See https://fedoraproject.org/wiki/QA:Updates_Testing for
instructions on how to install test updates.
You can provide feedback for this update here: https://bodhi.fedoraproject.org/updates/FEDORA-2017-387ff46a66

Comment 11 Fedora Update System 2017-03-11 11:50:58 UTC
kernel-4.9.13-101.fc24 has been pushed to the Fedora 24 stable repository. If problems still persist, please make note of it in this bug report.

Comment 12 Fedora Update System 2017-03-11 12:21:05 UTC
kernel-4.9.13-201.fc25 has been pushed to the Fedora 25 stable repository. If problems still persist, please make note of it in this bug report.

Comment 13 Than Ngo 2017-04-04 15:26:10 UTC
reopen the bug because this option is still enable in latest kernel-4.10.8-200.fc25.x86_64

Comment 14 Justin M. Forbes 2017-04-04 15:53:34 UTC
Sorry, looks like this got missed in the rebase. It should be fixed in the 4.10.9 update when it pushes.
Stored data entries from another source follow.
impl PairRefs {
    fn load(tx: &Transaction) -> Result<PairRefs> {
        let mut scale_sizes = std::collections::HashMap::new();
        let mut stmt = tx.prepare("SELECT scale, COUNT(*) FROM levels GROUP BY scale")?;
        for row in stmt.query_map([], |r| Ok((r.get::<_, String>(0)?, r.get::<_, i64>(1)?)))? {
            let (s, n) = row?;
            scale_sizes.insert(s, n);
        }
        Ok(PairRefs {
            contexts: id_set(tx, "SELECT context_id FROM contexts")?,
            items: id_set(tx, "SELECT item_id FROM items")?,
            scale_sizes,
        })
    }

    /// The scale's number of levels when the row's context, item and scale all exist;
    /// otherwise the first unknown one goes to `log` with its column.
    fn check(
        &self,
        f: &Fields,
        context: &str,
        item: &str,
        scale: &str,
        log: &mut ProblemLog,
    ) -> Option<i64> {
        if !self.contexts.contains(context) {
            log.push(f.problem("context_id", format!("unknown context \"{context}\"")));
            return None;
        }
        if !self.items.contains(item) {
            log.push(f.problem("item_id", format!("unknown item \"{item}\"")));
            return None;
        }
        let Some(&levels) = self.scale_sizes.get(scale) else {
            log.push(f.problem(
                "scale",
                format!("unknown scale \"{scale}\"; import it in scales.csv first"),
            ));
            return None;
        };
        Some(levels)
    }
}

fn id_set(tx: &Transaction, sql: &str) -> Result<HashSet<String>> {
    let mut stmt = tx.prepare(sql)?;
    let ids = stmt
        .query_map([], |r| r.get::<_, String>(0))?
        .collect::<std::result::Result<HashSet<String>, _>>()?;
    Ok(ids)
}

pub use crate::core::digest::content_uid;
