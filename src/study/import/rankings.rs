//! Ranked lists: by rank or by score, checked list by list. The same reader serves the
//! import and `score --rankings` (lists scored from a file without importing them).
//! The file is read as a stream. A list whose rows are together in the file (as every
//! export writes them) is checked and handed on as soon as the next list starts, so
//! memory holds one list; a file whose lists are scattered is read once more, its rows
//! held in the scratch database and read back sorted by list.

use std::collections::HashSet;
use std::io::BufRead;
use std::ops::Range;

use rusqlite::{OptionalExtension, Statement, Transaction, params};

use super::{Fields, FileProgress, FileReport, RANKINGS, Source, id_set, input_error, report};
use crate::study::Result;
use crate::study::csv_input::{CsvRows, Problem, ProblemLog};
use crate::study::schema::list_json;
use crate::study::scratch::{FirstSeen, Scratch, StagedRow};

/// One checked list: its ranker, context and (item, score) entries in rank order.
pub(crate) struct ParsedList<'a> {
    pub ranker: &'a str,
    pub context: &'a str,
    pub entries: Vec<(&'a str, Option<f64>)>,
}

/// What the reader does with ids the study does not have.
pub(crate) struct KnownIds<'k> {
    pub contexts: &'k dyn Fn(&str) -> bool,
    pub items: &'k dyn Fn(&str) -> bool,
    /// Import: an unknown id is a problem. Scoring from a file: a list of an unknown
    /// context is left out (and counted), an unknown item stays in its list, unjudged.
    pub refuse_unknown: bool,
}

/// How a file's rows reach their lists.
#[derive(Debug, Clone, Copy, PartialEq, Eq)]
pub(crate) enum Order {
    /// As the file has them: each list's rows must be together.
    AsWritten,
    /// Held in the scratch database and read back sorted by list: any order of rows.
    Sorted,
}

/// What reading a file's lists gave.
#[derive(Debug, Clone, Copy, PartialEq, Eq)]
pub(crate) enum ListsRead {
    /// Every row was read: lists handed on, lists left out for an unknown context, and
    /// those contexts (each once, however many rankers list it).
    Done {
        lists: usize,
        left_out: usize,
        left_out_contexts: usize,
    },
    /// Read as written, one list's rows turned out not to be together: whatever was done
    /// with the lists handed on must be undone, and the file read again `Order::Sorted`.
    Scattered,
}

/// Reads and checks every list of a rankings file: no item twice in a list, ranks 1..n
/// without gaps or repeats, scores finite; score-ordered lists rank higher scores first,
/// ties by item id ascending. Each list is handed to `on_list` once checked, as long as
/// no problem has been found (after one the rest is only checked). Problems go to `log`
/// with their line and column; `progress` gets rows and bytes read.
pub(crate) fn read_lists<R: BufRead>(
    rows: &mut CsvRows<R>,
    known: &KnownIds,
    scratch: &Scratch,
    order: Order,
    log: &mut ProblemLog,
    on_list: &mut dyn FnMut(&ParsedList) -> Result<()>,
    progress: &mut dyn FnMut(u64, u64),
) -> Result<ListsRead> {
    let Some(columns) = columns(rows, log) else {
        while rows.next_row(log).is_some() {}
        return Ok(ListsRead::Done {
            lists: 0,
            left_out: 0,
            left_out_contexts: 0,
        });
    };
    let mut list = Gathering::new(rows.file(), columns);
    let mut unknown = scratch.keys()?;
    let mut each = |row: StagedRow, log: &mut ProblemLog| -> Result<bool> {
        let (ranker, context, line, item, rank, score) = row;
        let new_list = !list.is(ranker, context);
        if new_list {
            list.finish(known, &mut unknown, log, on_list)?;
            list.start(ranker, context);
        }
        list.push(line, item, rank, score);
        Ok(new_list)
    };
    match order {
        Order::AsWritten => {
            let mut seen = scratch.keys()?;
            let mut n = 0;
            loop {
                progress(n, rows.bytes_read());
                let Some(row) = rows.next_row(log) else { break };
                n += 1;
                let Some(row) = checked_row(&Fields { row }, columns, known, log) else {
                    continue;
                };
                let (ranker, context, line) = (row.0, row.1, row.2);
                if each(row, log)? {
                    // A list met before: its rows are not together in the file.
                    let key = [ranker, context].join("\0");
                    if seen.first(&key, &key, line)?.is_some() {
                        return Ok(ListsRead::Scattered);
                    }
                }
            }
        }
        Order::Sorted => {
            let mut staged = scratch.ranked_rows()?;
            let mut n = 0;
            loop {
                progress(n, rows.bytes_read());
                let Some(row) = rows.next_row(log) else { break };
                n += 1;
                if let Some(row) = checked_row(&Fields { row }, columns, known, log) {
                    staged.add(row)?;
                }
            }
            if !log.is_full() {
                staged.each_sorted(&mut |row| each(row, log).map(|_| ()))?;
            }
        }
    }
    list.finish(known, &mut unknown, log, on_list)?;
    Ok(ListsRead::Done {
        lists: list.handed,
        left_out: list.left_out,
        left_out_contexts: list.left_out_contexts,
    })
}

/// The columns the list checks name, and whether ranks or scores order the lists.
#[derive(Clone, Copy)]
struct Columns {
    item: usize,
    rank: usize,
    has_rank: bool,
    has_score: bool,
}

/// The file's columns, or None (with the problem) when it has neither rank nor score.
fn columns<R: BufRead>(rows: &CsvRows<R>, log: &mut ProblemLog) -> Option<Columns> {
    let header = rows.header();
    let at = |name: &str| header.iter().position(|h| h == name);
    let columns = Columns {
        item: at("item_id").unwrap_or(0) + 1,
        rank: at("rank").unwrap_or(0) + 1,
        has_rank: at("rank").is_some(),
        has_score: at("score").is_some(),
    };
    if !rows.header_ok() {
        return None;
    }
    if !columns.has_rank && !columns.has_score {
        log.push(rows.problem(
            1,
            header.len() + 1,
            "rankings need a rank or a score column",
        ));
        return None;
    }
    Some(columns)
}

/// One row's fields checked; `None` once a problem is logged.
fn checked_row<'a>(
    f: &Fields<'a>,
    columns: Columns,
    known: &KnownIds,
    log: &mut ProblemLog,
) -> Option<StagedRow<'a>> {
    let (Some(ranker), Some(context), Some(item)) = (
        f.required("ranker", log),
        f.required("context_id", log),
        f.required("item_id", log),
    ) else {
        return None;
    };
    if known.refuse_unknown && !(known.contexts)(context) {
        log.push(f.problem(
            "context_id",
            format!("unknown context \"{context}\"; import it in contexts.csv first"),
        ));
        return None;
    }
    if known.refuse_unknown && !(known.items)(item) {
        log.push(f.problem(
            "item_id",
            format!("unknown item \"{item}\"; import it in items.csv first"),
        ));
        return None;
    }
    let rank = match columns.has_rank {
        false => None,
        true => match f.text("rank").trim().parse::<u64>() {
            Ok(r) if r >= 1 => Some(r),
            _ => {
                let text = f.text("rank").trim();
                let message = format!("rank must be a positive integer, got \"{text}\"");
                log.push(f.problem("rank", message));
                return None;
            }
        },
    };
    let score = match columns.has_score {
        false => None,
        true => {
            let text = f.text("score").trim();
            match text.parse::<f64>() {
                Ok(s) if s.is_finite() => Some(s),
                _ if columns.has_rank && text.is_empty() => None,
                _ => {
                    let message = format!("score must be a number, got \"{text}\"");
                    log.push(f.problem("score", message));
                    return None;
                }
            }
        }
    };
    Some((ranker, context, f.row.line, item, rank, score))
}

/// One row of the list being gathered: its line, its item id's place in the list's
/// text, its rank and its score.
struct RankedRow {
    line: u64,
    item: Range<usize>,
    rank: Option<u64>,
    score: Option<f64>,
}

/// The list being gathered: the rows of one (ranker, context) in the order read.
struct Gathering {
    file: String,
    columns: Columns,
    started: bool,
    ranker: String,
    context: String,
    text: String,
    rows: Vec<RankedRow>,
    /// Lists handed on, lists left out for an unknown context, and those contexts.
    handed: usize,
    left_out: usize,
    left_out_contexts: usize,
}
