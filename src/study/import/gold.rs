//! Gold pairs: pairs with a known level, mixed into queues to check reviewers, with the
//! rationale a reviewer in training sees after grading one.

use std::collections::HashMap;

use rusqlite::{Transaction, params};

use super::{Fields, FileProgress, FileReport, GOLD, PairRefs, Source, input_error, parse, report};
use crate::study::Result;
use crate::study::csv_input::ProblemLog;

pub(super) fn import_gold(
    tx: &Transaction,
    src: &Source,
    progress: &mut FileProgress,
) -> Result<FileReport> {
    let table = parse(src, &GOLD)?;
    progress.total(table.rows.len() as u64);
    let refs = PairRefs::load(tx)?;
    let mut log = ProblemLog::default();
    let mut seen: HashMap<(&str, &str, &str), u64> = HashMap::new();
    let mut rows: Vec<(&str, &str, &str, u8, &str)> = Vec::new();
    for row in &table.rows {
        let f = Fields { table: &table, row };
        let (Some(context), Some(item), Some(scale)) = (
            f.required("context_id", &mut log),
            f.required("item_id", &mut log),
            f.required("scale", &mut log),
        ) else {
            continue;
        };
        let Some(levels) = refs.check(&f, context, item, scale, &mut log) else {
            continue;
        };
        let text = f.text("value").trim();
        let value = match text.parse::<u8>() {
            Ok(v) if i64::from(v) < levels => v,
            _ => {
                log.push(f.problem(
                    "value",
                    format!(
                        "a gold pair needs its known level of scale \"{scale}\" (0 to {}), got \"{text}\"",
                        levels - 1
                    ),
                ));
                continue;
            }
        };
        if let Some(first) = seen.insert((scale, context, item), row.line) {
            log.push(f.problem(
                "item_id",
                format!("the gold pair ({context}, {item}) on scale \"{scale}\" is given twice (first on line {first})"),
            ));
            continue;
        }
        rows.push((context, item, scale, value, f.text("rationale")));
        if log.is_full() {
            break;
        }
    }
    log.into_result().map_err(input_error)?;
    let mut report = report(src, "gold");
    let mut existing = tx.prepare(
        "SELECT value, rationale FROM gold_pairs WHERE scale = ?1 AND context_id = ?2 AND item_id = ?3",
    )?;
    let mut upsert = tx.prepare(
        "INSERT INTO gold_pairs(context_id, item_id, scale, value, rationale) VALUES (?1, ?2, ?3, ?4, ?5)
         ON CONFLICT(scale, context_id, item_id) DO UPDATE SET value = excluded.value, rationale = excluded.rationale",
    )?;
    for (n, (context, item, scale, value, rationale)) in rows.iter().enumerate() {
        progress.rows(n as u64);
        let old: Option<(u8, String)> = existing
            .query_map(params![scale, context, item], |r| {
                Ok((r.get(0)?, r.get(1)?))
            })?
            .next()
            .transpose()?;
        match old {
            Some((v, r)) if v == *value && r == *rationale => {
                report.unchanged += 1;
                continue;
            }
            Some(_) => report.updated += 1,
            None => report.added += 1,
        }
        upsert.execute(params![context, item, scale, value, rationale])?;
    }
    Ok(report)
}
Comment 15 Fedora Update System 2017-04-10 23:26:54 UTC
kernel-4.10.9-200.fc25 has been submitted as an update to Fedora 25. https://bodhi.fedoraproject.org/updates/FEDORA-2017-3a9ec92dd6

Comment 16 Fedora Update System 2017-04-10 23:28:56 UTC
kernel-4.10.9-100.fc24 has been submitted as an update to Fedora 24. https://bodhi.fedoraproject.org/updates/FEDORA-2017-502cf68d68

Comment 17 Fedora Update System 2017-04-11 18:54:27 UTC
kernel-4.10.9-100.fc24 has been pushed to the Fedora 24 testing repository. If problems still persist, please make note of it in this bug report.
See https://fedoraproject.org/wiki/QA:Updates_Testing for
instructions on how to install test updates.
You can provide feedback for this update here: https://bodhi.fedoraproject.org/updates/FEDORA-2017-502cf68d68

Comment 18 Fedora Update System 2017-04-11 19:24:36 UTC
kernel-4.10.9-200.fc25 has been pushed to the Fedora 25 testing repository. If problems still persist, please make note of it in this bug report.
See https://fedoraproject.org/wiki/QA:Updates_Testing for
instructions on how to install test updates.
You can provide feedback for this update here: https://bodhi.fedoraproject.org/updates/FEDORA-2017-3a9ec92dd6

Comment 19 Fedora Update System 2017-04-14 22:19:03 UTC
kernel-4.10.9-100.fc24 has been pushed to the Fedora 24 stable repository. If problems still persist, please make note of it in this bug report.

Comment 20 Fedora Update System 2017-04-14 22:49:43 UTC
kernel-4.10.9-200.fc25 has been pushed to the Fedora 25 stable repository. If problems still persist, please make note of it in this bug report.